**Collected data:**
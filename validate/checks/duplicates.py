"""Duplicates: the same key (model, scenario, region, variable, year) more than once, with the same or other values."""

from __future__ import annotations

from milepost.validate.checks.context import Context, fmt

_KEY = "path, sheet, line, model, scenario, region, variable, unit, year"


def check_duplicates(ctx: Context) -> list[str]:
    """duplicate-row (same value: harmless, warning) and conflicting-row (different values: error, both lines named)."""
    same = "(vmax - vmin) <= 1e-9 * greatest(abs(vmax), abs(vmin), 1e-300)"
    where = "CASE WHEN path_last = path THEN 'lines ' || line || ' and ' || line_last " \
            "ELSE path || ':' || line || ' and ' || path_last || ':' || line_last END"
    return [
        f"SELECT 'duplicate-row' AS rule, {_KEY}, {fmt('value')} AS value, 'one row per key' AS expected, "
        f"'the same key and value appear ' || n || ' times (' || {where} || ')'"
        " AS message, 'Delete the repeated rows.' AS hint "
        f"FROM checked WHERE n > 1 AND {same}",
        f"SELECT 'conflicting-row' AS rule, {_KEY}, {fmt('vmin')} || ' … ' || {fmt('vmax')} AS value, "
        "'one value per key' AS expected, "
        f"'the same key appears ' || n || ' times with different values (' || {where} || ')'"
        " AS message, 'Keep one row per model, scenario, region, variable and year.' AS hint "
        f"FROM checked WHERE n > 1 AND NOT {same}",
    ]
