"""Names: regions and variables the contract does not know, with a did-you-mean hint."""

from __future__ import annotations

import difflib
from collections.abc import Callable

from milepost.validate.checks.context import Context
from milepost.validate.sql import literal

_ROW = "o.path, o.sheet, o.line, o.model, o.scenario, o.region, o.variable, o.unit, o.year"


def suggest(name: str, known: list[str]) -> str | None:
    """The closest known name: same spelling but for case and spaces first, else difflib's best close match."""
    squash = {k.lower().replace(" ", "").replace("_", "."): k for k in known}
    exact = squash.get(name.lower().replace(" ", "").replace("_", "."))
    if exact:
        return exact
    close = difflib.get_close_matches(name, known, n=1, cutoff=0.75)
    if not close:
        close = difflib.get_close_matches(name.lower(), [k.lower() for k in known], n=1, cutoff=0.75)
        close = [next(k for k in known if k.lower() == close[0])] if close else []
    return close[0] if close else None


def _hints_table(
    ctx: Context, table: str, column: str, known: list[str], is_known: Callable[[str], bool]
) -> tuple[int, int]:
    """Fill `table` (name, suggestion) with the unknown names of `column`; (unknown, distinct names seen)."""
    names = [
        r[0]
        for r in ctx.con.execute(
            f"SELECT DISTINCT {column} FROM combos WHERE {column} IS NOT NULL AND trim({column}) <> ''"  # noqa: S608 - names from the code; contract text via validate.sql
        ).fetchall()
    ]
    unknown = [n for n in names if not is_known(n)]
    rows = [(n, suggest(n, known)) for n in unknown]
    ctx.con.execute(f"CREATE OR REPLACE TEMP TABLE {table} (name VARCHAR, suggestion VARCHAR)")
    if rows:
        ctx.con.executemany(f"INSERT INTO {table} VALUES (?, ?)", rows)  # noqa: S608 - names from the code; contract text via validate.sql
    return len(rows), len(names)


def _other_contract(ctx: Context, what: str, unknown: int, seen: int) -> str:
    """A hint prefix (SQL literal) asking whether another contract was meant, when most names are unknown to it."""
    if seen < 2 or unknown * 2 <= seen:
        return "''"
    return literal(
        f"{unknown} of the {seen} {what} names are unknown to the contract {ctx.contract.name}: was another "
        "contract meant (--contract FOLDER)? "
    )


def check_unknown_region(ctx: Context) -> list[str]:
    """unknown-region: the region is neither a contract region nor (where allowed) an ISO 3166-1 alpha-3 code."""
    c = ctx.contract
    unknown, seen = _hints_table(ctx, "unknown_regions", "region", list(c.regions), c.is_region)
    if not unknown:
        return []
    prefix = _other_contract(ctx, "region", unknown, seen)
    allowed = sorted(c.regions)
    listing = ", ".join(allowed[:8]) + (" …" if len(allowed) > 8 else "")
    if c.countries:
        listing += " or an ISO 3166-1 alpha-3 country code"
    return [
        "SELECT 'unknown-region' AS rule, 'region' AS column_name, "  # noqa: S608 - names from the code; contract text via validate.sql
        f"{_ROW}, o.region AS value, {literal(listing)} AS expected, "
        "'region ' || o.region || ' is not in the contract' AS message, "
        f"{prefix} || CASE WHEN h.suggestion IS NOT NULL THEN 'Did you mean ' || h.suggestion || '?' "
        f"ELSE 'Use one of: ' || {literal(listing)} || '.' END AS hint "
        "FROM obs o JOIN unknown_regions h ON o.region = h.name"
    ]


def check_unknown_variable(ctx: Context) -> list[str]:
    """unknown-variable: the variable name is not in the contract."""
    known = list(ctx.contract.variables)
    unknown, seen = _hints_table(ctx, "unknown_variables", "variable", known, lambda n: n in ctx.contract.variables)
    if not unknown:
        return []
    prefix = _other_contract(ctx, "variable", unknown, seen)
    return [
        f"SELECT 'unknown-variable' AS rule, 'variable' AS column_name, {_ROW}, o.variable AS value, "  # noqa: S608 - names from the code; contract text via validate.sql
        "coalesce(h.suggestion, 'a contract variable') AS expected, "
        "'variable ' || o.variable || ' is not in the contract' AS message, "
        f"{prefix} || CASE WHEN h.suggestion IS NOT NULL THEN 'Did you mean ' || h.suggestion || '?' "
        "ELSE 'See `milepost contract show` for the variable names.' END AS hint "
        "FROM obs o JOIN unknown_variables h ON o.variable = h.name"
    ]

**EXERCISE BRIEF:**
All records above must be printed again, exactly.

**ANSWER BELOW:**
filename validate/checks/duplicates.py
"""Duplicates: the same key (model, scenario, region, variable, year) more than once, with the same or other values."""

from __future__ import annotations

from milepost.validate.checks.context import Context, fmt

_KEY = "path, sheet, line, model, scenario, region, variable, unit, year"


def check_duplicates(ctx: Context) -> list[str]:
    """duplicate-row (same value: harmless, warning) and conflicting-row (different values: error, both lines named)."""
    same = "(vmax - vmin) <= 1e-9 * greatest(abs(vmax), abs(vmin), 1e-300)"
    where = "CASE WHEN path_last = path THEN 'lines ' || line || ' and ' || line_last " \
            "ELSE path || ':' || line || ' and ' || path_last || ':' || line_last END"
    return [
        f"SELECT 'duplicate-row' AS rule, {_KEY}, {fmt('value')} AS value, 'one row per key' AS expected, "
        f"'the same key and value appear ' || n || ' times (' || {where} || ')'"
        " AS message, 'Delete the repeated rows.' AS hint "
        f"FROM checked WHERE n > 1 AND {same}",
        f"SELECT 'conflicting-row' AS rule, {_KEY}, {fmt('vmin')} || ' … ' || {fmt('vmax')} AS value, "
        "'one value per key' AS expected, "
        f"'the same key appears ' || n || ' times with different values (' || {where} || ')'"
        " AS message, 'Keep one row per model, scenario, region, variable and year.' AS hint "
        f"FROM checked WHERE n > 1 AND NOT {same}",
    ]
"""Names: regions and variables the contract does not know, with a did-you-mean hint."""

from __future__ import annotations

import difflib
from collections.abc import Callable

from milepost.validate.checks.context import Context
from milepost.validate.sql import literal

_ROW = "o.path, o.sheet, o.line, o.model, o.scenario, o.region, o.variable, o.unit, o.year"


def suggest(name: str, known: list[str]) -> str | None:
    """The closest known name: same spelling but for case and spaces first, else difflib's best close match."""
    squash = {k.lower().replace(" ", "").replace("_", "."): k for k in known}
    exact = squash.get(name.lower().replace(" ", "").replace("_", "."))
    if exact:
        return exact
    close = difflib.get_close_matches(name, known, n=1, cutoff=0.75)
    if not close:
        close = difflib.get_close_matches(name.lower(), [k.lower() for k in known], n=1, cutoff=0.75)
        close = [next(k for k in known if k.lower() == close[0])] if close else []
    return close[0] if close else None


def _hints_table(
    ctx: Context, table: str, column: str, known: list[str], is_known: Callable[[str], bool]
) -> tuple[int, int]:
    """Fill `table` (name, suggestion) with the unknown names of `column`; (unknown, distinct names seen)."""
    names = [
        r[0]
        for r in ctx.con.execute(
            f"SELECT DISTINCT {column} FROM combos WHERE {column} IS NOT NULL AND trim({column}) <> ''"  # noqa: S608 - names from the code; contract text via validate.sql
        ).fetchall()
    ]
    unknown = [n for n in names if not is_known(n)]
    rows = [(n, suggest(n, known)) for n in unknown]
    ctx.con.execute(f"CREATE OR REPLACE TEMP TABLE {table} (name VARCHAR, suggestion VARCHAR)")
    if rows:
        ctx.con.executemany(f"INSERT INTO {table} VALUES (?, ?)", rows)  # noqa: S608 - names from the code; contract text via validate.sql
    return len(rows), len(names)


def _other_contract(ctx: Context, what: str, unknown: int, seen: int) -> str:
    """A hint prefix (SQL literal) asking whether another contract was meant, when most names are unknown to it."""
    if seen < 2 or unknown * 2 <= seen:
        return "''"
    return literal(
        f"{unknown} of the {seen} {what} names are unknown to the contract {ctx.contract.name}: was another "
        "contract meant (--contract FOLDER)? "
    )


def check_unknown_region(ctx: Context) -> list[str]:
    """unknown-region: the region is neither a contract region nor (where allowed) an ISO 3166-1 alpha-3 code."""
    c = ctx.contract
    unknown, seen = _hints_table(ctx, "unknown_regions", "region", list(c.regions), c.is_region)
    if not unknown:
        return []
    prefix = _other_contract(ctx, "region", unknown, seen)
    allowed = sorted(c.regions)
    listing = ", ".join(allowed[:8]) + (" …" if len(allowed) > 8 else "")
    if c.countries:
        listing += " or an ISO 3166-1 alpha-3 country code"
    return [
        "SELECT 'unknown-region' AS rule, 'region' AS column_name, "  # noqa: S608 - names from the code; contract text via validate.sql
        f"{_ROW}, o.region AS value, {literal(listing)} AS expected, "
        "'region ' || o.region || ' is not in the contract' AS message, "
        f"{prefix} || CASE WHEN h.suggestion IS NOT NULL THEN 'Did you mean ' || h.suggestion || '?' "
        f"ELSE 'Use one of: ' || {literal(listing)} || '.' END AS hint "
        "FROM obs o JOIN unknown_regions h ON o.region = h.name"
    ]


def check_unknown_variable(ctx: Context) -> list[str]:
    """unknown-variable: the variable name is not in the contract."""
    known = list(ctx.contract.variables)
    unknown, seen = _hints_table(ctx, "unknown_variables", "variable", known, lambda n: n in ctx.contract.variables)
    if not unknown:
        return []
    prefix = _other_contract(ctx, "variable", unknown, seen)
    return [
        f"SELECT 'unknown-variable' AS rule, 'variable' AS column_name, {_ROW}, o.variable AS value, "  # noqa: S608 - names from the code; contract text via validate.sql
        "coalesce(h.suggestion, 'a contract variable') AS expected, "
        "'variable ' || o.variable || ' is not in the contract' AS message, "
        f"{prefix} || CASE WHEN h.suggestion IS NOT NULL THEN 'Did you mean ' || h.suggestion || '?' "
        "ELSE 'See `milepost contract show` for the variable names.' END AS hint "
        "FROM obs o JOIN unknown_variables h ON o.variable = h.name"
    ]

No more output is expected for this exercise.